____ Records shown

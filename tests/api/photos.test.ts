import fs from 'node:fs';
import os from 'node:os';
import path from 'node:path';
import sharp from 'sharp';
import request from 'supertest';
import { afterAll, beforeAll, describe, expect, it } from 'vitest';
import { Photo } from '../../server/models/photo';
import { buildUser, call, signIn, useApi, type Agent } from '../helpers/api';
import { buildNeighbourhood, buildSite } from '../helpers/factories';

// Settings are read when the app is made: a small limit keeps the "too large" file small.
const dataDir = fs.mkdtempSync(path.join(os.tmpdir(), 'parapet-photos-'));
process.env.DATA_DIR = dataDir;
process.env.PHOTO_MAX_BYTES = String(64 * 1024);
const photosDir = path.join(dataDir, 'photos');
const filesOnDisk = () => (fs.existsSync(photosDir) ? fs.readdirSync(photosDir).sort() : []);

const image = (format: 'jpeg' | 'png' | 'webp') =>
  sharp({ create: { width: 64, height: 48, channels: 3, background: '#0a7' } })[format]().toBuffer();

describe('site photos API', () => {
  const ctx = useApi();
  let jpeg: Buffer;
  let hoodOperator: Agent;
  let otherOperator: Agent;
  let host: Agent;
  let siteId: number;
  let otherSiteId: number;

  beforeAll(async () => {
    jpeg = await image('jpeg');
    const op = await buildUser({ role: 'operator' });
    const hood = await buildNeighbourhood({ operators: [op] });
    const hostUser = await buildUser({ role: 'host' });
    siteId = (await buildSite({ neighbourhoodId: hood.id, hostUserId: hostUser.id })).id;
    otherSiteId = (await buildSite()).id;
    hoodOperator = await signIn(ctx, op);
    otherOperator = await signIn(ctx, await buildUser({ role: 'operator' }));
    host = await signIn(ctx, hostUser);
  });
  afterAll(() => fs.rmSync(dataDir, { recursive: true, force: true }));

  const upload = (agent: Agent, id: number, file: Buffer, filename = 'roof.jpg', contentType = 'image/jpeg', field = 'photo') =>
    agent.post(`/api/v1/sites/${id}/photos`).set('X-CSRF-Token', agent.csrf).attach(field, file, { filename, contentType });

  /** A refused upload must leave no row and no file behind. */
  async function expectRefused(res: request.Response, status: number, code: string, message: RegExp, before: { rows: number; files: string[] }) {
    expect(res.status).toBe(status);
    expect(res.body.error.code).toBe(code);
    expect(res.body.error.message).toMatch(message);
    expect(await Photo.count()).toBe(before.rows);
    expect(filesOnDisk()).toEqual(before.files);
  }
  const snapshot = async () => ({ rows: await Photo.count(), files: filesOnDisk() });

  it('refuses signed-out callers with 401', async () => {
    for (const [method, url] of [['get', `/api/v1/sites/${siteId}/photos`], ['post', `/api/v1/sites/${siteId}/photos`], ['get', '/api/v1/photos/1'], ['get', '/api/v1/photos/1/thumbnail'], ['delete', '/api/v1/photos/1']] as const) {
      const res = await request(ctx.app)[method](url);
      expect(res.status, `${method} ${url}`).toBe(401);
    }
  });

  it.each(['jpeg', 'png', 'webp'] as const)('stores a %s under a random name with a thumbnail, whatever the name and type the client claimed', async (format) => {
    const bytes = await image(format);
    const res = await upload(hoodOperator, siteId, bytes, 'holiday.gif', 'application/octet-stream').field('caption', 'Mast from the north');
    expect(res.status).toBe(201);
    const expectedType = { jpeg: 'image/jpeg', png: 'image/png', webp: 'image/webp' }[format];
    expect(res.body.data).toMatchObject({ siteId, contentType: expectedType, sizeBytes: bytes.length, widthPx: 64, heightPx: 48, caption: 'Mast from the north', abilities: { delete: true } });
    expect(JSON.stringify(res.body)).not.toMatch(/holiday|storageKey/);
    const row = await Photo.findByPk(res.body.data.id);
    expect(row!.storageKey).toMatch(/^[0-9a-f]{32}$/);
    expect(filesOnDisk()).toEqual(expect.arrayContaining([row!.storageKey, `${row!.storageKey}.thumb.webp`]));

    const original = await hoodOperator.get(res.body.data.url).buffer(true).parse((r, cb) => { const c: Buffer[] = []; r.on('data', (d: Buffer) => c.push(d)); r.on('end', () => cb(null, Buffer.concat(c))); });
    expect(original.status).toBe(200);
    expect(original.headers['content-type']).toBe(expectedType);
    expect(Buffer.compare(original.body as Buffer, bytes)).toBe(0);
    const thumb = await hoodOperator.get(res.body.data.thumbnailUrl);
    expect(thumb.status).toBe(200);
    expect(thumb.headers['content-type']).toBe('image/webp');
  });

  it('ignores a path-traversal file name: the file lands only under the photos folder, under its random name', async () => {
    const before = filesOnDisk();
    const res = await upload(hoodOperator, siteId, jpeg, '../../../../etc/passwd.jpg');
    expect(res.status).toBe(201);
    const added = filesOnDisk().filter((f) => !before.includes(f));
    expect(added).toHaveLength(2);
    for (const f of added) expect(f).toMatch(/^[0-9a-f]{32}(\.thumb\.webp)?$/);
    expect(fs.readdirSync(dataDir)).toEqual(['photos']);
    for (const up of ['..', '../..', '../../..']) expect(fs.existsSync(path.resolve(photosDir, up, 'etc/passwd.jpg'))).toBe(false);
    expect(fs.existsSync('/etc/passwd.jpg')).toBe(false);
    expect(JSON.stringify(res.body)).not.toContain('passwd');
  });

  it('refuses a text file dressed as a JPEG with 415 and keeps nothing', async () => {
    const before = await snapshot();
    const res = await upload(hoodOperator, siteId, Buffer.from('root:x:0:0:root:/root:/bin/sh\n'), 'photo.jpg', 'image/jpeg');
    await expectRefused(res, 415, 'unsupported_media_type', /not a JPEG, PNG or WebP photo/, before);
  });

  it('refuses a GIF, and a file that starts like a PNG but is not one, with 415', async () => {
    const before = await snapshot();
    await expectRefused(await upload(hoodOperator, siteId, Buffer.from('GIF89a\x01\x00\x01\x00\x00\x00\x00;'), 'a.png', 'image/png'), 415, 'unsupported_media_type', /JPEG, PNG or WebP/, before);
    const fakePng = Buffer.concat([Buffer.from([0x89, 0x50, 0x4e, 0x47, 0x0d, 0x0a, 0x1a, 0x0a]), Buffer.alloc(200, 7)]);
    await expectRefused(await upload(hoodOperator, siteId, fakePng, 'b.png', 'image/png'), 415, 'unreadable_image', /could not be read/, before);
  });

  it('refuses a file over the size limit with 413 and keeps nothing', async () => {
    const before = await snapshot();
    const big = Buffer.concat([jpeg, Buffer.alloc(70 * 1024, 1)]);
    await expectRefused(await upload(hoodOperator, siteId, big), 413, 'too_large', /larger than 64 KiB/, before);
  });

  it('answers 400 when no file is sent, or it is sent under another field name', async () => {
    const before = await snapshot();
    const none = await call(hoodOperator, 'post', `/api/v1/sites/${siteId}/photos`, {});
    await expectRefused(none, 400, 'invalid_input', /No photo was sent/, before);
    await expectRefused(await upload(hoodOperator, siteId, jpeg, 'a.jpg', 'image/jpeg', 'picture'), 400, 'invalid_input', /form field "photo"/, before);
    const longCaption = await upload(hoodOperator, siteId, jpeg).field('caption', 'x'.repeat(201));
    await expectRefused(longCaption, 400, 'invalid_input', /caption must be at most 200 characters/, before);
    expect((await call(hoodOperator, 'get', '/api/v1/sites/abc/photos')).status).toBe(400);
  });

  it('lets the host add photos but not remove them; others cannot see the site’s photos at all', async () => {
    const res = await upload(host, siteId, jpeg);
    expect(res.status).toBe(201);
    expect(res.body.data.abilities).toEqual({ delete: false });
    const id = res.body.data.id;
    const del = await call(host, 'delete', `/api/v1/photos/${id}`);
    expect(del.status).toBe(403);
    expect(del.body.error.message).toBe('Only admins and the operators of its neighbourhood remove photos of this site.');

    for (const url of [`/api/v1/sites/${siteId}/photos`, `/api/v1/photos/${id}`, `/api/v1/photos/${id}/thumbnail`]) expect((await call(otherOperator, 'get', url)).status, url).toBe(404);
    expect((await call(otherOperator, 'delete', `/api/v1/photos/${id}`)).status).toBe(404);
    const before = await snapshot();
    await expectRefused(await upload(otherOperator, siteId, jpeg), 404, 'not_found', /Site \d+ was not found/, before);
    await expectRefused(await upload(host, otherSiteId, jpeg), 404, 'not_found', /was not found/, before);
    expect((await call(hoodOperator, 'get', '/api/v1/photos/999999')).status).toBe(404);
  });

  it('lists a site’s photos newest first, and removing one deletes its row and both files', async () => {
    const list = await call(hoodOperator, 'get', `/api/v1/sites/${siteId}/photos`);
    expect(list.status).toBe(200);
    expect(list.body.abilities).toEqual({ create: true });
    expect(list.body.data.length).toBe(await Photo.count({ where: { siteId } }));
    const ids = list.body.data.map((p: { id: number }) => p.id);
    expect(ids).toEqual([...ids].sort((a, b) => b - a));
    const target = await Photo.findByPk(ids[0]);
    const res = await call(hoodOperator, 'delete', `/api/v1/photos/${target!.id}`);
    expect(res.status).toBe(204);
    expect(await Photo.findByPk(target!.id)).toBeNull();
    expect(filesOnDisk()).not.toContain(target!.storageKey);
    expect(filesOnDisk()).not.toContain(`${target!.storageKey}.thumb.webp`);
    expect((await call(hoodOperator, 'get', `/api/v1/photos/${target!.id}`)).status).toBe(404);
  });
});
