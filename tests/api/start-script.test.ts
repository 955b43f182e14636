import { execFile, spawn, type ChildProcess } from 'node:child_process';
import fs from 'node:fs';
import net from 'node:net';
import os from 'node:os';
import path from 'node:path';
import { promisify } from 'node:util';
import { afterAll, beforeAll, describe, expect, it } from 'vitest';
import { freePort } from '../helpers/mailFake';

// The real docker-free-scripts/start.sh, on ports and in a data folder of this test's own (never the
// demo's 4300/5433/1025/1080 or .data): a signal to the script's pid alone (as `kill PID` or a service
// manager sends it, not to its process group) stops everything it started, in order, and frees its ports.
// Each start runs migrations, loads the demo's inventory (no history), and starts the mail fake, the
// compiled app and the simulator: about a minute on a busy machine.

const run = promisify(execFile);
const READY_MS = 300_000;
const STOP_MS = 60_000;

let dataDir = '';
const ports = { app: 0, pg: 0, smtp: 0, mailWeb: 0 };

/** Bash with the scripts' own helpers loaded, on this test's data folder. */
async function lib(script: string) {
  const { stdout } = await run(
    'bash',
    ['-c', `set -euo pipefail; source docker-free-scripts/lib/init.sh "$1"; ensure_postgres_server; ${script}`, 'lib', dataDir],
    {
      encoding: 'utf8',
      timeout: 120_000,
    },
  );
  return stdout.trim();
}

interface Started {
  child: ChildProcess;
  output: () => string;
  exited: Promise<{ code: number | null; signal: NodeJS.Signals | null }>;
}

function startScript(): Started {
  // A clean environment: nothing of the test run's own database, mail fake or NODE_ENV leaks in.
  const env: Record<string, string> = {
    PATH: process.env.PATH ?? '/usr/bin:/bin',
    HOME: process.env.HOME ?? '/root',
    LANG: 'C.UTF-8',
    PARAPET_DATA: dataDir,
    PARAPET_DEMO_HISTORY: '0',
    HOST: '127.0.0.1',
    PORT: String(ports.app),
    PARAPET_PG_PORT: String(ports.pg),
    PARAPET_SMTP_PORT: String(ports.smtp),
    PARAPET_MAIL_WEB_PORT: String(ports.mailWeb),
  };
  let output = '';
  const child = spawn('bash', ['docker-free-scripts/start.sh'], { env, stdio: ['ignore', 'pipe', 'pipe'] });
  child.stdout!.on('data', (d) => (output += d));
  child.stderr!.on('data', (d) => (output += d));
  const exited = new Promise<{ code: number | null; signal: NodeJS.Signals | null }>((resolve) =>
    child.once('exit', (code, signal) => resolve({ code, signal })),
  );
  return { child, output: () => output, exited };
}

async function until<T>(what: string, ms: number, check: () => Promise<T | undefined> | T | undefined, log: () => string): Promise<T> {
  const deadline = Date.now() + ms;
  for (;;) {
    const value = await check();
    if (value !== undefined) return value;
    if (Date.now() > deadline) throw new Error(`${what}: not within ${ms / 1000} s; output so far:\n${log()}`);
    await new Promise((r) => setTimeout(r, 250));
  }
}

const portAnswers = (port: number) =>
  new Promise<boolean>((resolve) => {
    const socket = net.connect({ host: '127.0.0.1', port });
    socket.once('connect', () => (socket.destroy(), resolve(true)));
    socket.once('error', () => resolve(false));
  });

/** Parent, process group and start time of a process, or null when it is gone (a zombie counts as gone). */
function procStat(pid: number): { pgid: number; ppid: number; start: string } | null {
  try {
    const stat = fs.readFileSync(`/proc/${pid}/stat`, 'utf8');
    const fields = stat.slice(stat.lastIndexOf(')') + 2).split(' ');
    if (fields[0] === 'Z') return null;
    return { ppid: Number(fields[1]), pgid: Number(fields[2]), start: fields[19] };
  } catch {
    return null;
  }
}

/** Every process of the services start.sh recorded: each service's process group, and the postmaster with its children. */
function serviceProcesses(): { pid: number; start: string; what: string }[] {
  const leaders = new Map<number, string>();
  for (const name of ['app', 'simulator', 'maildev']) {
    const file = path.join(dataDir, `${name}.pid`);
    if (fs.existsSync(file)) leaders.set(Number(fs.readFileSync(file, 'utf8').split(' ')[0]), name);
  }
  const postmasterFile = path.join(dataDir, 'pg', 'postmaster.pid');
  const postmaster = fs.existsSync(postmasterFile) ? Number(fs.readFileSync(postmasterFile, 'utf8').split('\n')[0]) : 0;
  const found: { pid: number; start: string; what: string }[] = [];
  for (const entry of fs.readdirSync('/proc')) {
    if (!/^\d+$/.test(entry)) continue;
    const pid = Number(entry);
    const stat = procStat(pid);
    if (!stat) continue;
    if (leaders.has(stat.pgid)) found.push({ pid, start: stat.start, what: leaders.get(stat.pgid)! });
    else if (postmaster && (pid === postmaster || stat.ppid === postmaster)) found.push({ pid, start: stat.start, what: 'postgres' });
  }
  return found;
}

/** start.sh's children and their children, at this moment (a step in progress, the simulator's npm, sleep). */
function descendants(root: number): { pid: number; start: string; what: string }[] {
  const children = new Map<number, { pid: number; start: string }[]>();
  for (const entry of fs.readdirSync('/proc')) {
    if (!/^\d+$/.test(entry)) continue;
    const stat = procStat(Number(entry));
    if (!stat) continue;
    const list = children.get(stat.ppid) ?? [];
    list.push({ pid: Number(entry), start: stat.start });
    children.set(stat.ppid, list);
  }
  const found: { pid: number; start: string; what: string }[] = [];
  const walk = (pid: number) => {
    for (const c of children.get(pid) ?? []) {
      found.push({ ...c, what: 'child of start.sh' });
      walk(c.pid);
    }
  };
  walk(root);
  return found;
}

const stillRunning = (procs: { pid: number; start: string; what: string }[]) => procs.filter((p) => procStat(p.pid)?.start === p.start);

async function startAndWaitReady() {
  const started = startScript();
  await until('start.sh ready', READY_MS, () => (started.output().includes('Press Ctrl-C to stop.') ? true : undefined), started.output);
  // The simulator is the last service started: wait until its process group is up.
  await until('the simulator running', 30_000, () => (serviceProcesses().some((p) => p.what === 'simulator') ? true : undefined), started.output);
  const health = await fetch(`http://127.0.0.1:${ports.app}/api/health`);
  expect(health.status).toBe(200);
  return started;
}

/** Signal start.sh's own pid, then: it exits with 128+signal, and every service process is gone and every port free in bounded time. */
async function stopWith(started: Started, signal: 'SIGTERM' | 'SIGINT', expectedCode: number, expectPgStopped = true) {
  const scriptPid = started.child.pid!;
  const procs = [...serviceProcesses(), ...descendants(scriptPid)];
  const kinds = new Set(procs.map((p) => p.what));
  expect([...kinds].sort()).toEqual(['app', 'child of start.sh', 'maildev', 'postgres', 'simulator']);
  const before = Date.now();
  process.kill(scriptPid, signal); // the script's pid only, not its process group
  const exit = await Promise.race([started.exited, new Promise<null>((r) => setTimeout(() => r(null), STOP_MS))]);
  expect(exit, `start.sh did not exit within ${STOP_MS / 1000} s of ${signal}:\n${started.output()}`).not.toBeNull();
  expect(exit!.code).toBe(expectedCode);
  const left = await until(
    'every service process gone',
    15_000,
    () => {
      const alive = stillRunning(procs).filter((p) => expectPgStopped || p.what !== 'postgres');
      return alive.length === 0 ? alive : undefined;
    },
    () => JSON.stringify(stillRunning(procs)),
  );
  expect(left).toEqual([]);
  const busy: number[] = [];
  for (const port of expectPgStopped ? [ports.app, ports.pg, ports.smtp, ports.mailWeb] : [ports.app, ports.smtp, ports.mailWeb]) {
    if (await portAnswers(port)) busy.push(port);
  }
  expect(busy, 'ports still answering after start.sh stopped').toEqual([]);
  const checked = procs.filter((p) => expectPgStopped || p.what !== 'postgres').length;
  console.log(`start-script: ${signal} to start.sh → exited ${exit!.code}, ${checked} processes gone within ${Date.now() - before} ms`);
  // In this order: the app, the simulator, the mail fake, PostgreSQL (fast shutdown), each waited for.
  const out = started.output();
  const at = (s: string) => out.indexOf(s);
  expect(at('stopping app (pid')).toBeGreaterThan(0);
  expect(at('stopping simulator (pid')).toBeGreaterThan(at('stopping app (pid'));
  expect(at('stopping mail fake (pid')).toBeGreaterThan(at('stopping simulator (pid'));
  if (expectPgStopped) expect(at('stopping PostgreSQL (pg_ctl stop -m fast)')).toBeGreaterThan(at('stopping mail fake (pid'));
  else expect(at('stopping PostgreSQL')).toBe(-1);
  expect(out.trimEnd().endsWith('[parapet] stopped')).toBe(true);
  expect(fs.existsSync(path.join(dataDir, 'start.pid'))).toBe(false);
}

describe('start.sh stops what it started', () => {
  beforeAll(async () => {
    // Under the system temp folder, open to the cluster owner (postgres when root) to traverse.
    dataDir = fs.mkdtempSync(path.join(os.tmpdir(), 'parapet-start-'));
    fs.chmodSync(dataDir, 0o755);
    ports.app = await freePort();
    ports.pg = await freePort();
    ports.smtp = await freePort();
    ports.mailWeb = await freePort();
    for (const p of Object.values(ports)) expect([4300, 5433, 1025, 1080]).not.toContain(p);
  });

  afterAll(async () => {
    if (!dataDir) return;
    // Only this test's own processes: those its pid files and its cluster name.
    for (const p of serviceProcesses()) if (p.what !== 'postgres') process.kill(p.pid, 'SIGKILL');
    await lib('pg_stop_cluster "$PARAPET_DATA_DIR/pg" immediate').catch(() => undefined);
    fs.rmSync(dataDir, { recursive: true, force: true });
  }, 120_000);

  it(
    'SIGTERM to its pid alone stops the app, the simulator, the mail fake and PostgreSQL, frees the ports and exits 143',
    async () => {
      const started = await startAndWaitReady();
      await stopWith(started, 'SIGTERM', 143);
      expect(fs.readFileSync(path.join(dataDir, 'postgres.log'), 'utf8')).toMatch(/received fast shutdown request/);
    },
    READY_MS + 120_000,
  );

  it(
    'a second start on the same folder starts cleanly, and SIGINT (Ctrl-C) stops it the same way with 130',
    async () => {
      const started = await startAndWaitReady();
      expect(started.output()).not.toMatch(/left running by an earlier start|stale/);
      await stopWith(started, 'SIGINT', 130);
    },
    READY_MS + 120_000,
  );

  it(
    'a cluster that was already running when it began is used and left running',
    async () => {
      await lib(`pg_start_cluster "$PARAPET_DATA_DIR/pg" ${ports.pg} "$PARAPET_DATA_DIR/postgres.log" >&2`);
      const postmaster = Number(fs.readFileSync(path.join(dataDir, 'pg', 'postmaster.pid'), 'utf8').split('\n')[0]);
      const started = await startAndWaitReady();
      expect(started.output()).toMatch(/PostgreSQL is already running .*leaving it running on exit/);
      await stopWith(started, 'SIGTERM', 143, false);
      expect(procStat(postmaster)).not.toBeNull();
      expect(await portAnswers(ports.pg)).toBe(true);
      await lib('pg_stop_cluster "$PARAPET_DATA_DIR/pg" fast');
      expect(await portAnswers(ports.pg)).toBe(false);
    },
    READY_MS + 120_000,
  );

  it(
    'SIGTERM during a start-up step (migrations) stops the step and the cluster at once, and exits 143',
    async () => {
      const started = startScript();
      await until('the migrate step', READY_MS, () => (started.output().includes('npm run migrate') ? true : undefined), started.output);
      const scriptPid = started.child.pid!;
      await until('the step running as a child', 30_000, () => (descendants(scriptPid).length > 0 ? true : undefined), started.output);
      const procs = [...descendants(scriptPid), ...serviceProcesses()];
      expect(procs.some((p) => p.what === 'postgres')).toBe(true);
      const before = Date.now();
      process.kill(scriptPid, 'SIGTERM');
      const exit = await Promise.race([started.exited, new Promise<null>((r) => setTimeout(() => r(null), STOP_MS))]);
      expect(exit, `start.sh did not exit within ${STOP_MS / 1000} s:\n${started.output()}`).not.toBeNull();
      expect(exit!.code).toBe(143);
      await until(
        'every process gone',
        15_000,
        () => (stillRunning(procs).length === 0 ? true : undefined),
        () => JSON.stringify(stillRunning(procs)),
      );
      for (const port of Object.values(ports)) expect(await portAnswers(port)).toBe(false);
      expect(started.output()).toMatch(/stopping PostgreSQL \(pg_ctl stop -m fast\)/);
      expect(started.output()).not.toMatch(/Press Ctrl-C/);
      console.log(`start-script: SIGTERM during migrations → exited 143, ${procs.length} processes gone within ${Date.now() - before} ms`);
    },
    READY_MS + 120_000,
  );
});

________

● Exercise aim: Filter the records above down to the lines that hold the string "findByPk".

● Answer to the exercise:
    const row = await Photo.findByPk(res.body.data.id);
    const target = await Photo.findByPk(ids[0]);
    expect(await Photo.findByPk(target!.id)).toBeNull();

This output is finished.